Regards disc handbrake I had a citroen BX with these.
If you stopped after a fast run and hot discs,the cooling disc/Pads would contract and cease  to hold the car.
We discovered this the hard way with the car running down the driveway 
and demolishing neighbours wall.
Big OUCH! £££ Now I leave in gear as well as handbrake on.

weez
Tony


----------



## Deleted member 4053 (Jan 31, 2009)

*brakes*

*****
damned if you do or damned if you dont

Ah well whats new


weez
Tony


----------



## Deleted member 775 (Jan 31, 2009)

my van is parked on a sloping drive so its either handbrake on or in gear ,so i have to alternate every few days .also at least once a week i move the van a few feet to save the brakes and the clutch from seizing   on.


----------



## shortcircuit (Feb 1, 2009)

Garth

"It is also not very good to leave any vehicle in gear while parked for any length of time any engineer worth his salt will confirm this"

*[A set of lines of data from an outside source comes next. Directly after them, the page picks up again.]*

import { useState } from 'react';
import { createColumnHelper } from '@tanstack/react-table';
import { History } from 'lucide-react';
import type { LedgerEntry } from '@lotwise/shared';
import type { ServerTableFeatures } from '../../../components/ui/data-table';
import { EmptyState } from '../../../components/ui/empty-state';
import { ErrorState } from '../../../components/ui/error-state';
import { ServerTable } from '../../../components/ui/server-table';
import { cn } from '../../../lib/cn';
import { formatAmount, formatDateTime } from '../../../lib/format';
import { useLedger } from '../api';
import { ledgerReasonLooks } from '../labels';

const column = createColumnHelper<ServerTableFeatures, LedgerEntry>();

/** "+250.00 g", "−12.30 g", "±0.00 g" for a move. */
export function signedAmount(value: number, unit: string): string {
  const size = formatAmount(Math.abs(value), unit);
  if (value > 0) return `+${size}`;
  if (value < 0) return `−${size}`;
  return `±${size}`;
}

const columns = column.columns([
  column.accessor('createdAt', {
    header: 'When',
    enableSorting: false,
    cell: ({ getValue }) => (
      <span className="whitespace-nowrap tabular-nums">{formatDateTime(getValue())}</span>
    ),
  }),
  column.accessor((entry) => entry.user?.displayName ?? '', {
    id: 'user',
    header: 'Who',
    enableSorting: false,
    cell: ({ row }) =>
      row.original.user?.displayName ?? <span className="text-ink-600">Lotwise</span>,
  }),
  column.accessor('reason', {
    header: 'What',
    enableSorting: false,
    cell: ({ getValue }) => {
      const look = ledgerReasonLooks[getValue()];
      const Icon = look.icon;
      return (
        <span className="inline-flex items-center gap-1.5 whitespace-nowrap">
          <Icon aria-hidden="true" className="size-4 text-ink-600" />
          {look.label}
        </span>
      );
    },
  }),
  column.accessor('quantity', {
    header: 'Change',
    enableSorting: false,
    meta: { align: 'right' },
    cell: ({ row }) => (
      <span
        className={cn(
          'whitespace-nowrap',
          row.original.quantity < 0 ? 'text-ink-900' : 'text-ok-700',
        )}
      >
        {signedAmount(row.original.quantity, row.original.unit)}
      </span>
    ),
  }),
  column.accessor('balanceAfter', {
    header: 'Balance after',
    enableSorting: false,
    meta: { align: 'right' },
    cell: ({ row }) => (
      <span className="font-semibold whitespace-nowrap">
        {formatAmount(row.original.balanceAfter, row.original.unit)}
      </span>
    ),
  }),
  column.accessor('note', {
    header: 'Note',
    enableSorting: false,
    cell: ({ getValue }) => <span className="text-ink-700">{getValue() || '—'}</span>,
  }),
]);

/** Every change to one container, newest first, as the server pages it. */
export function LedgerTable({ containerId }: { containerId: number }) {
  const [page, setPage] = useState(1);
  const [pageSize, setPageSize] = useState(10);
  const ledger = useLedger(containerId, page, pageSize);

  if (ledger.isError && !ledger.data) {
    return (
      <ErrorState
        title="The ledger could not be loaded"
        error={ledger.error}
        onRetry={() => void ledger.refetch()}
      />
    );
  }
  return (
    <ServerTable
      columns={columns}
      rows={ledger.data?.items}
      getRowId={(entry) => String(entry.id)}
      total={ledger.data?.total ?? 0}
      sort="createdAt.desc"
      onSortChange={() => {}}
      page={page}
      pageSize={pageSize}
      loading={ledger.isPending}
      refreshing={ledger.isPlaceholderData && ledger.isFetching}
      label="Ledger"
      noun={['entry', 'entries']}
      onPageChange={setPage}
      onPageSizeChange={(size) => {
        setPageSize(size);
        setPage(1);
      }}
      empty={<EmptyState icon={<History />} title="No ledger entries" />}
    />
  );
}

Can you confirm why in laymans terms please


----------



## ianmorgan (Mar 3, 2009)

*handbrake sticking sorted*

hi all 
it started again
took it to my mechanic,as past poster said it has rear discs and drum handbrake,i thought it was just disc 
anyway the mechanic said he sorted it by cleaning up drum of corrosion,he said when it is washed and not driven afterwards corrosion can build up on them.he also said that he healed and toed them.so far its worked


----------